The analysis showed that, on a third of the farms, total private drawings over the six years of the study were greater than the cumulative FBI.

“There are often good reasons, including annual variations in income and corporation tax,” said the authors.

However, they said: “Farm businesses should have a quantified grip on all areas of cost with clear understanding of the impact of current cash flows on the long term sustainability of the business.”

They said: “The AHDB’s Vulnerability Index emphasises these findings, showing a stark reduction over the past three years in the proportion of dairy farm businesses which are deemed to have a sustainable long term future.”

'Supporting a larger farming family'

The study reported that the average size of the farm in the analysis was 150 hectares, with 161 cows producing an average per cow of 7,744 litre
The study reported that the average size of the farm in the analysis was 150 hectares, with 161 cows producing an average per cow of 7,744 litre

The authors said that net drawings were much higher on farms with younger working partners, suggesting that the business was “supporting a larger farming family.”

The report said that about 16 per cent of the farms in the analysis bought land in any particular year.

However, over the six-year period the owned area increased by just five hectares and rented area by only two hectares.

Some two thirds of the farms invested in new buildings and most bought some machinery.

Some 60 per cent made re-investment greater than depreciation. “This means around 40 per cent of the sample are investing less than the calculated machinery depreciation charge over the same period and their equipment asset value will have declined,” said the authors.

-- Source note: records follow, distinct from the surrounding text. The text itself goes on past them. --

#[cfg(test)]
mod tests {
    use super::*;
    use rustfft::num_complex::Complex;
    use std::f64::consts::TAU;

    fn lcg(seed: &mut u64) -> f64 {
        // deterministic test input, common practice
        *seed = seed
            .wrapping_mul(6364136223846793005)
            .wrapping_add(1442695040888963407);
        ((*seed >> 11) as f64 / (1u64 << 53) as f64) - 0.5
    }

    #[test]
    fn a_frame_matches_a_direct_dft() {
        // naive reference: the DFT sum of one windowed frame at one bin,
        // for a frame inside the signal and one reaching before its start
        let mut s = 5;
        let x: Vec<f64> = (0..1000).map(|_| lcg(&mut s)).collect();
        let w = Window::Hann.make(64);
        let n = 256;
        let p = stft_power(&x, &w, -40, 16, 20, n);
        assert_eq!(p.len(), 20);
        assert_eq!(p[0].len(), n / 2 + 1);
        for (m, k) in [(0usize, 3usize), (1, 17), (9, 40), (19, 128)] {
            let start = -40 + 16 * m as isize;
            let mut want = Complex::new(0.0, 0.0);
            for (i, wi) in w.iter().enumerate() {
                let j = start + i as isize;
                let v = if (0..1000).contains(&j) {
                    x[j as usize]
                } else {
                    0.0
                };
                want += Complex::from_polar(v * wi, -TAU * (k * i) as f64 / n as f64);
            }
            let got = p[m][k];
            assert!(
                (got - want.norm_sqr()).abs() < 1e-9 * want.norm_sqr().max(1.0),
                "frame {m}, bin {k}: {got} vs {}",
                want.norm_sqr()
            );
        }
    }

    #[test]
    fn a_tone_lands_in_its_bin_at_the_coherent_gain() {
        // a sine of amplitude A at bin k0 of an N-point Hann window: the
        // largest bin is k0 and 2|X|/N = A·0.5, Hann's coherent gain
        // (F. J. Harris 1978; common practice)
        let n = 480;
        let (a, k0) = (0.3, 25);
        let x: Vec<f64> = (0..4800)
            .map(|i| a * (TAU * k0 as f64 * i as f64 / n as f64 + 0.4).sin())
            .collect();
        let p = stft_power(&x, &Window::Hann.make(n), 0, 120, 10, n);
        for frame in &p {
            let (k, &pk) = frame
                .iter()
                .enumerate()
                .max_by(|a, b| a.1.total_cmp(b.1))
                .unwrap();
            assert_eq!(k, k0);
            let level = 2.0 * pk.sqrt() / n as f64;
            assert!((level - a * 0.5).abs() < 1e-9, "{level}");
            // the neighbours are 6.02 dB down (Hann: half the peak at ±1 bin)
            let side = 2.0 * frame[k0 + 1].sqrt() / n as f64;
            assert!((side - a * 0.25).abs() < 1e-9, "{side}");
        }
    }

    #[test]
    fn a_decaying_tone_falls_at_its_rate_and_the_noise_is_found() {
        // e^(−a·t)·sin(2π·1 kHz·t): energy falls 20·lg(e)·a dB/s at 1 kHz
        // whatever the window (windowing a shifted exponential scales it;
        // closed form). T = 0.5 s → 120 dB/s. White noise 70 dB below the
        // start's mean square meets the decay at 70/120 s (closed form of
        // the crosspoint of an exponential with a flat floor).
        let fs = 48_000.0;
        let decay_rate = 6.0 * std::f64::consts::LN_10 / 0.5; // 60 dB in 0.5 s
        let mut s = 11;
        let sigma = (0.5f64).sqrt() * 10f64.powf(-70.0 / 20.0);
        let x: Vec<f64> = (0..(1.5 * fs) as usize)
            .map(|i| {
                let t = i as f64 / fs;
                (-0.5 * decay_rate * t).exp() * (TAU * 1000.0 * t).sin()
                    + sigma * 12f64.sqrt() * lcg(&mut s)
            })
            .collect();
        let sp = spectrogram(&x, fs, (100.0, 10_000.0), SpectrogramConfig::default());
        let noise = sp.noise_s.expect("the crosspoint is found");
        assert!((noise - 70.0 / 120.0).abs() < 0.06, "crosspoint {noise}");
        // the loudest point: the 1 kHz row near t = 0
        let (m, j) = (0..sp.time_s.len())
            .flat_map(|m| (0..sp.frequency_hz.len()).map(move |j| (m, j)))
            .max_by(|a, b| sp.level_db[a.0][a.1].total_cmp(&sp.level_db[b.0][b.1]))
            .unwrap();
        assert!((sp.frequency_hz[j] / 1000.0).log2().abs() < 1.0 / 48.0);
        assert!(sp.time_s[m].abs() < 0.02, "{}", sp.time_s[m]);
        assert_eq!(sp.level_db[m][j], 0.0);
        // that row between 0.1 and 0.3 s: slope by least squares
        let pts = sp
            .time_s
            .iter()
            .zip(&sp.level_db)
            .filter(|(t, _)| **t >= 0.1 && **t <= 0.3)
            .map(|(t, l)| (*t, l[j]));
        let (_, slope) = decay::line_fit(pts).unwrap();
        assert!((slope + 120.0).abs() < 1.0, "{slope} dB/s");
        // the picture starts 20 ms before the direct sound
        assert!((sp.time_s[0] + 0.02).abs() < 1e-9, "{}", sp.time_s[0]);
        assert!(
            sp.level_db
                .iter()
                .flatten()
                .all(|&l| (-80.0..=0.0).contains(&l))
        );
    }

    /// The power mean of rows `rows` over columns from `t0` to `t1` s, dB
    /// (a mean of dB values would be biased by each row's scatter).
    fn mean_db(sp: &Spectrogram, rows: std::ops::Range<usize>, t0: f64, t1: f64) -> f64 {
        let cols: Vec<usize> = (0..sp.time_s.len())
            .filter(|&m| sp.time_s[m] >= t0 && sp.time_s[m] <= t1)
            .collect();
        let n = (cols.len() * rows.len()) as f64;
        let p = cols
            .iter()
            .flat_map(|&m| {
                rows.clone()
                    .map(move |j| 10f64.powf(sp.level_db[m][j] / 10.0))
            })
            .sum::<f64>()
            / n;
        10.0 * p.log10()
    }

    #[test]
    fn a_steady_noise_reads_the_same_at_every_window_length() {
        // white noise has the same power per hertz everywhere; scaled by
        // each window's energy, every resolution reads it alike, so the
        // picture has no step where the window length changes (closed
        // form: E|X[k]|² = σ²·Σw² for white noise of variance σ²)
        let fs = 48_000.0;
        let mut seed = 3;
        let x: Vec<f64> = (0..(8.0 * fs) as usize).map(|_| lcg(&mut seed)).collect();
        let sp = spectrogram(&x, fs, (30.0, 16_000.0), SpectrogramConfig::default());
        assert!(sp.noise_s.is_none(), "no decay, no crosspoint");
        // one-third-octave groups of 16 rows, averaged over 7 s
        let groups: Vec<f64> = (0..sp.frequency_hz.len() / 16)
            .map(|g| mean_db(&sp, 16 * g..16 * g + 16, 0.4, 7.4))
            .collect();
        let mut sorted = groups.clone();
        sorted.sort_by(f64::total_cmp);
        let median = sorted[sorted.len() / 2];
        for (g, l) in groups.iter().enumerate() {
            assert!(
                (l - median).abs() < 1.0,
                "group at {:.0} Hz: {l:.2} dB vs {median:.2} dB",
                sp.frequency_hz[16 * g]
            );
        }
        // the windows run from 320 ms in the bass to 5 ms in the highs
        assert!((sp.window_s[0] - 0.32).abs() < 1e-12);
        assert!((sp.window_s.last().unwrap() - 0.005).abs() < 1e-12);
        let at_100 = sp.frequency_hz.iter().position(|&f| f >= 100.0).unwrap();
        assert!((sp.window_s[at_100] - 0.12).abs() < 0.002);
    }

    #[test]
    fn two_modes_ten_hertz_apart_in_the_bass_are_two_ridges() {
        // decaying tones at 40 and 50 Hz (T = 1.5 s): the 320 ms window
        // resolves about 6 Hz, so 45 Hz between them lies in a dip; a
        // single 40 ms window (25 Hz wide main lobe) would merge them
        let fs = 48_000.0;
        let rate = 6.0 * std::f64::consts::LN_10 / 1.5;
        let x: Vec<f64> = (0..(1.5 * fs) as usize)
            .map(|i| {
                let t = i as f64 / fs;
                (-0.5 * rate * t).exp() * ((TAU * 40.0 * t).sin() + (TAU * 50.0 * t).sin())
                    + if i == 0 { 1.0 } else { 0.0 }
            })
            .collect();
        let dips = |c: SpectrogramConfig| {
            let sp = spectrogram(&x, fs, (20.0, 1000.0), c);
            let row = |f: f64| sp.frequency_hz.iter().position(|&g| g >= f).unwrap();
            let level = |f: f64| mean_db(&sp, row(f)..row(f) + 1, 0.2, 0.6);
            let (a, mid, b) = (level(40.0), level(45.0), level(50.0));
            (a - mid).min(b - mid)
        };
        let d = dips(SpectrogramConfig::default());
        assert!(d > 5.0, "the dip between the modes is {d:.1} dB");
        let one_length = SpectrogramConfig {
            shortest_s: 0.04,
            longest_s: 0.04,
            ..SpectrogramConfig::default()
        };
        let d = dips(one_length);
        assert!(
            d < 2.0,
            "with 40 ms windows only, the modes merge ({d:.1} dB)"
        );
    }
}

They suggested a number of possible reasons for this. They included an inability to afford re-investment in the business for the future. This may seriously impact on the long-term viability of the business and suggested a thorough appraisal of the business was required to determine the best way forward.

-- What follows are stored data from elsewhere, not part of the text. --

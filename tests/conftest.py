"""Shared fixtures: tiny synthetic scenes written to tmp_path.

The scenes here are invented test data (not a real place); each test that
checks a number names the outside source of the expected value.
"""

from __future__ import annotations

import matplotlib

matplotlib.use("Agg")

import geopandas as gpd
import numpy as np
import pytest
import rasterio
import shapely
from click.testing import CliRunner
from rasterio.transform import from_origin

X0, Y0, PX = 500000.0, 7000000.0, 10.0
CRS = "EPSG:32753"


def write_dem(path, z, *, crs=CRS, x0=X0, y0=Y0, px=PX, nodata=-9999.0):
    """Write a float32 GeoTIFF with the given array (NaN -> nodata)."""
    z = np.asarray(z, dtype="float32").copy()
    if nodata is not None:
        z[np.isnan(z)] = nodata
    profile = dict(driver="GTiff", width=z.shape[1], height=z.shape[0], count=1, dtype="float32",
                   crs=crs, transform=from_origin(x0, y0, px, px), nodata=nodata)
    with rasterio.open(path, "w", **profile) as dst:
        dst.write(z, 1)
    return path


def tilted_dem(n=300, slope=0.01):
    """A gently tilted plane (no faults), n x n pixels."""
    return np.fromfunction(lambda i, j: 100.0 + slope * j * PX, (n, n), dtype=float)


@pytest.fixture
def scene(tmp_path):
    """Three traces (one two-part) over a 3 x 3 km tilted DEM with a nodata corner."""
    z = tilted_dem()
    z[:30, :30] = np.nan
    dem = write_dem(tmp_path / "dem.tif", z)
    g = gpd.GeoDataFrame(
        {"name": ["a", "b", "c"], "dip": [55.0, None, 70.0], "dip_dir": [90.0, None, 270.0]},
        geometry=[
            shapely.LineString([(X0 + 500, Y0 - 2000), (X0 + 600, Y0 - 500)]),
            shapely.MultiLineString([[(X0 + 1500, Y0 - 2900), (X0 + 1550, Y0 - 2000)],
                                     [(X0 + 1600, Y0 - 1900), (X0 + 1650, Y0 - 1000)]]),
            shapely.LineString([(X0 + 2500, Y0 - 2900), (X0 + 2600, Y0 - 10)]),
        ],
        crs=CRS,
    )
    faults = tmp_path / "faults.gpkg"
    g.to_file(faults, layer="traces")
    return {"dir": tmp_path, "dem": dem, "faults": faults, "gdf": g}


@pytest.fixture
def cli():
    """Invoke the faultmap CLI in-process: cli(args) -> click Result."""
    from faultmap.cli import build_cli

    runner = CliRunner()

    def invoke(args):
        return runner.invoke(build_cli(), [str(a) for a in args], catch_exceptions=False)

    return invoke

This may involve a radical restructuring, including ceasing milk production, they said.

Another possibility was that a farm was generating a reserve of funds to make a large investment later. Yet another was strategic disinvestment with a view to ceasing dairy farming, they said.

Farm performance

The researchers looked at whether there was any difference in farm performance according to the type of tenure.

“It is interesting to note that mainly tenanted farms are, on average, larger with more cows which have higher yields resulting in higher FBIs and more cash," reported the authors.

“Net investment in machinery/equipment was similar to the mixed tenure farms and, as would be expected, mainly tenanted farms saw very little land and woodland investment or capital appreciation.

“The generally higher performance of mainly tenanted farms suggests a greater focus on how capital in the business is used,” they said.

“It is also worth noting there are likely to be fewer opportunities for diversification within the tenanted sector, suggesting a complete management and investment focus on the core dairy business has improved the long term sustainability of the business.

“Alternatively, the mainly owner occupied businesses have tended to concentrate on building the capital base but care should be taken to ensure that servicing this additional debt does not undermine the core business.”

150 hectares

The study reported that the average size of the farm in the analysis was 150 hectares, with 161 cows producing an average per cow of 7,744 litres. Highest yielding operations produced 7,990 litres per cow.

The milk price across the sample averaged 29.3 pence per litre, with the highest price hitting 32.9 pence. FBI averaged £82,500 per annum and ranged from £53,000 per annum to £108,000 per annum.

The authors said that dairy FBI in the sample performed at a higher level, including milk price, than the average across England, but followed the same pattern of income changes.

The sample period covered two years of high milk price - more than 30 pence per litre - but two periods of lower prices. The milk price continued to decline into 2016/17, they said.

Herd and farm size for the south west farms gradually increased over the six years. There was a dip in production in 2012/13 as a result of a poor grass growing season, and the milk price rose to a peak in 2014/15, before a sharp decline in 2015/16.